So, would you want the Golden Temple stamps that the United States Postal Service is giving out banned also? Because it depicts a Gurdwara that is commonly referred to as the Sikhs holiest shrine? Because, those stamps will eventually be discarded, just like that thong, just like that poster/leaflet.

Anways, what would you do with pictures of the Golden Temple or pictures of the Guru Granth Sahib, or paintings of the Guru?

Just because some artist draws a Khanda, we must respect the piece of clothing its on, or respect the drawing itself? What about a little childs drawing of a Khanda, one could barely decipher that its a khanda, but should we definetly keep it out of respect? 


What about a Khanda on a normal piece of paper that is burned, or thrown away? A Necklace like Vaheguruseekr stated?

When you show respect, you always show it to the original thing. Respecting something that merely symbolizes or is a painting or a drawing, is a form of idolization. When Hindus do aarti and perform other ritual deeds infront of a Statue of Krishna, they are not performing it directly to the statue, but to what the statue represents (Lord Krishna). They do not perform those deeds in order to appease the statue, but for the representation of it. To them, Lord Krishna statue represents everything they believe in. The way you refer to a Khanda and how you "respect" it is VERY similar to the way Hindus "respect" Lord Krishna's statues.

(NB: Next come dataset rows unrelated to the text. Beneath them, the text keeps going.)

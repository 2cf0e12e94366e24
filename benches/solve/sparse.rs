//! General-purpose sparse LU of the nodal admittance matrix, iterated on load currents.

use faer::dyn_stack::{MemBuffer, MemStack};
use faer::mat::MatMut;
use faer::sparse::linalg::lu::{LuRef, NumericLu, SymbolicLu, factorize_symbolic_lu};
use faer::sparse::{SparseColMat, Triplet};
use faer::{Conj, Par, c64};
use fourwire::math::{Complex64, PhaseMatrix};
use fourwire::network::{BranchKind, Connection, Network, NodeId};

/// A constant-power element between a phase and the neutral: unknowns and power.
struct Element {
    phase: usize,
    neutral: usize,
    power: Complex64,
}

/// Nodal matrix, factors, loads and present voltages. Unknowns: four a node, the source's left out.
pub struct Sparse {
    symbolic: SymbolicLu<usize>,
    numeric: NumericLu<usize, c64>,
    scratch: MemBuffer,
    elements: Vec<Element>,
    from_source: Vec<Complex64>,
    volts: Vec<Complex64>,
    right: Vec<Complex64>,
    nominal: f64,
}

fn unknown(id: NodeId, slot: usize) -> Option<usize> {
    Some(4 * (id.0 as usize).checked_sub(1)? + slot)
}

impl Sparse {
    /// Assembles and factors.
    pub fn new(network: &Network) -> Sparse {
        assert_eq!(network.supply.node, NodeId(0), "the source is the first node");
        let size = 4 * (network.nodes.len() - 1);
        let (triplets, from_source) = assemble(network, size);
        let matrix =
            SparseColMat::<usize, c64>::try_new_from_triplets(size, size, &triplets).expect("a matrix");
        let symbolic = factorize_symbolic_lu(matrix.symbolic(), Default::default()).expect("a structure");
        let mut numeric = NumericLu::new();
        let mut memory =
            MemBuffer::new(symbolic.factorize_numeric_lu_scratch::<c64>(Par::Seq, Default::default()));
        symbolic
            .factorize_numeric_lu(
                &mut numeric,
                matrix.as_ref(),
                Par::Seq,
                MemStack::new(&mut memory),
                Default::default(),
            )
            .expect("a regular matrix");
        let scratch = MemBuffer::new(symbolic.solve_in_place_scratch::<c64>(1, Par::Seq));
        let nominal = network.supply.nominal_volts / 3f64.sqrt();
        Sparse {
            symbolic,
            numeric,
            scratch,
            elements: elements(network),
            from_source,
            volts: vec![Complex64::default(); size],
            right: vec![Complex64::default(); size],
            nominal,
        }
    }

    fn solve(&mut self) {
        let lu = LuRef::new_unchecked(&self.symbolic, &self.numeric);
        let size = self.right.len();
        let right = MatMut::from_column_major_slice_mut(&mut self.right, size, 1);
        lu.solve_in_place_with_conj(Conj::No, right, Par::Seq, MemStack::new(&mut self.scratch));
    }

    /// Voltages without load, then iterations until none changes by more than the tolerance; their number.
    pub fn iterate(&mut self, tolerance_pu: f64, limit: usize) -> usize {
        self.right.copy_from_slice(&self.from_source);
        self.solve();
        self.volts.copy_from_slice(&self.right);
        let allowed = (tolerance_pu * self.nominal).powi(2);
        for count in 1..=limit {
            self.right.copy_from_slice(&self.from_source);
            for e in &self.elements {
                let current = (e.power / (self.volts[e.phase] - self.volts[e.neutral])).conj();
                self.right[e.phase] -= current;
                self.right[e.neutral] += current;
            }
            self.solve();
            let change =
                self.right.iter().zip(&self.volts).map(|(a, b)| (a - b).norm_sqr()).fold(0.0, f64::max);
            self.volts.copy_from_slice(&self.right);
            if change <= allowed {
                return count;
            }
        }
        panic!("no convergence in {limit} iterations");
    }

    /// Voltages of the last iteration.
    pub fn volts(&self) -> &[Complex64] {
        &self.volts
    }
}

fn assemble(network: &Network, size: usize) -> (Vec<Triplet<usize, usize, c64>>, Vec<Complex64>) {
    let mut triplets = Vec::with_capacity(64 * network.branches.len());
    let mut from_source = vec![Complex64::default(); size];
    let mut add = |row: (NodeId, usize), column: (NodeId, usize), y: Complex64| {
        let Some(i) = unknown(row.0, row.1) else { return };
        match unknown(column.0, column.1) {
            Some(j) => triplets.push(Triplet::new(i, j, y)),
            None => from_source[i] -= y * network.supply.held_volts[column.1],
        }
    };
    for branch in &network.branches {
        let BranchKind::Line(line) = &branch.kind else { panic!("the generated feeder has lines only") };
        let y: PhaseMatrix = network.line_impedance(line).try_inverse().expect("an impedance");
        for i in 0..4 {
            for j in 0..4 {
                add((branch.from, i), (branch.from, j), y[(i, j)]);
                add((branch.to, i), (branch.to, j), y[(i, j)]);
                add((branch.from, i), (branch.to, j), -y[(i, j)]);
                add((branch.to, i), (branch.from, j), -y[(i, j)]);
            }
        }
    }
    for (i, node) in network.nodes.iter().enumerate() {
        let id = NodeId(i as u32);
        for (slot, y) in node.earth_admittance().into_iter().enumerate() {
            add((id, slot), (id, slot), y);
        }
    }
    (triplets, from_source)
}

fn elements(network: &Network) -> Vec<Element> {
    let mut elements = Vec::new();
    for load in &network.loads {
        let Connection::Star(_) = load.connection else { panic!("the generated feeder has star loads only") };
        for (id, _) in network.load_sites(load) {
            for (p, q) in load.connection.pairs() {
                let (Some(phase), Some(neutral)) = (unknown(id, p.slot()), unknown(id, q.slot())) else {
                    continue;
                };
                elements.push(Element { phase, neutral, power: Complex64::new(load.watts, load.vars) });
            }
        }
    }
    elements
}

Anyways these are just questions which arise in my mind, because when someone takes the necessary attempts to place a ban over something, they must provide logic that is CONSISTENT in every example and can not be cornered, only than is the ban applicable. If the ban has too many holes, its useless. So far, I see this ban as only something a select few would hate against due to personal bias. 

I, like you, was enraged when I saw the picture of the thong, and I thought why would anyone want to put a Khanda there? But, I sat down and thought about it, and came with the conclusion of to each their own.


----------



## Gyani Jarnail Singh (Jan 30, 2005)

waheguru ji ka khalsa waheguru ji ki fateh.

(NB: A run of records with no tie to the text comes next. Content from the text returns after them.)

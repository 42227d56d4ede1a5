"""Fleet: a monitor for each key, taken on by all cores, as many in memory as there is room for."""

from __future__ import annotations

import hashlib
import os
import threading
from collections.abc import Iterator, Mapping
from pathlib import Path
from types import TracebackType
from typing import Any, Self

import numpy as np
import pyarrow as pa
from numpy.typing import ArrayLike

from streambasis.errors import FleetError, SampleTypeError, SettingError, StreambasisError
from streambasis.fleet.folder import Committed, Folder
from streambasis.fleet.members import Members
from streambasis.fleet.rows import FLOAT64, TIME, Key, Layout, Room, Rows, read_rows
from streambasis.fleet.workers import Workers
from streambasis.kernels.plain import take_plain
from streambasis.monitor import Event, NoveltyMonitor
from streambasis.monitor.verdict import Columns, Verdict
from streambasis.samples import Channels, one_sample
from streambasis.snapshot import to_bytes
from streambasis.state import State
from streambasis.times import nanoseconds

SHARES = 8
LEAST_SHARE = 1024
STEP = 256
"""Into how many shares the work of a thread is cut, so that all end at about the same time; and
rows of a share at least, so that threads do not wait for each other more than they work; and
rows that a monitor is handed at most where the kernel has left off."""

This is akin to the Muslims raising hell when some pictorial resembling Allah in Arabic were printed on the soles of shoes...

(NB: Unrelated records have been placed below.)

/** What the Animals page and the service say to each other. */
import type { AnimalCard } from '../../animals/entry.js';
import type { AnimalPage, Overview } from '../../animals/overview.js';

export type { AnimalCard, Entry } from '../../animals/entry.js';
export type { AnimalSession } from '../../animals/history.js';
export type { AnimalPage, AnimalRow } from '../../animals/overview.js';
export type { DayWater } from '../../animals/waterBook.js';
export type { WeighedOn, WeightLevel } from '../../animals/weight.js';

/** `folder` is null where the rig file names none: no animal is kept then. */
export type AnimalsTold = Overview & { readonly folder: string | null };
export type AnimalTold = AnimalPage;

/** One entry to be written down. */
export type AnimalsAsk = { readonly animal: string; readonly by?: string } & (
  | { readonly do: 'add'; readonly set: Partial<AnimalCard> }
  | {
      readonly do: 'change';
      readonly set: Partial<AnimalCard>;
      readonly from?: string;
      readonly reason?: string;
    }
  | ({ readonly do: 'weigh'; readonly grams: number } & Said)
  | ({ readonly do: 'water'; readonly ul: number } & Said)
  | {
      readonly do: 'correct';
      readonly of: string;
      readonly grams?: number;
      readonly ul?: number;
      readonly reason: string;
    }
);

interface Said {
  readonly at?: string;
  readonly note?: string;
  readonly sure?: boolean;
}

Sikhs in Punajb have always been protesting year in and year out pictures of GURUS, Khandas, Gurdwaras etc etc on Calendars for Companies that sell cigarettes, tobacco producers, liquor producers etc..

When one company withdraws its calendar due to such pressure...another one some where else comes out with another type....and the vicious circle begins again..
IMHO it is our own insecurity..OUR HOLY GURU is SHABAD GURU....pictures of Gurus, Sahibzadehs, gurdwaras, takhats,  Gurmukhi Lipi in Newspapers, books etc, symbols on paper, cloth etc are NOT HOLY.  We are ignoring the substance and going after the SHADOW..  Thats why we have people claiming to be DEH-DHAREE LIVING GURUS as opposed to our Shabad Guru, we have HOLY Sants and Holy BABAS, SATGURUS, MAHARAJS....conning our ignorant people AWAY from Shabad GURU and towards their OWN BODIES..Shaksee POOJA.."living MASTERS".... we have people Bowing down to, cleaning and wiping Nishan sahib Tharras..( People in a court bow to the Judge when he is Present...NOT to His EMPTY CHAIR when he is gone home ) But we Bow to GURU GRANTH JI and also to the EMPTY Manji sahib..after Sukhassan time because we beleive the manji sahib is also HOLY, to the Chaur, to the rumallas, etc as these have become HOLY !!!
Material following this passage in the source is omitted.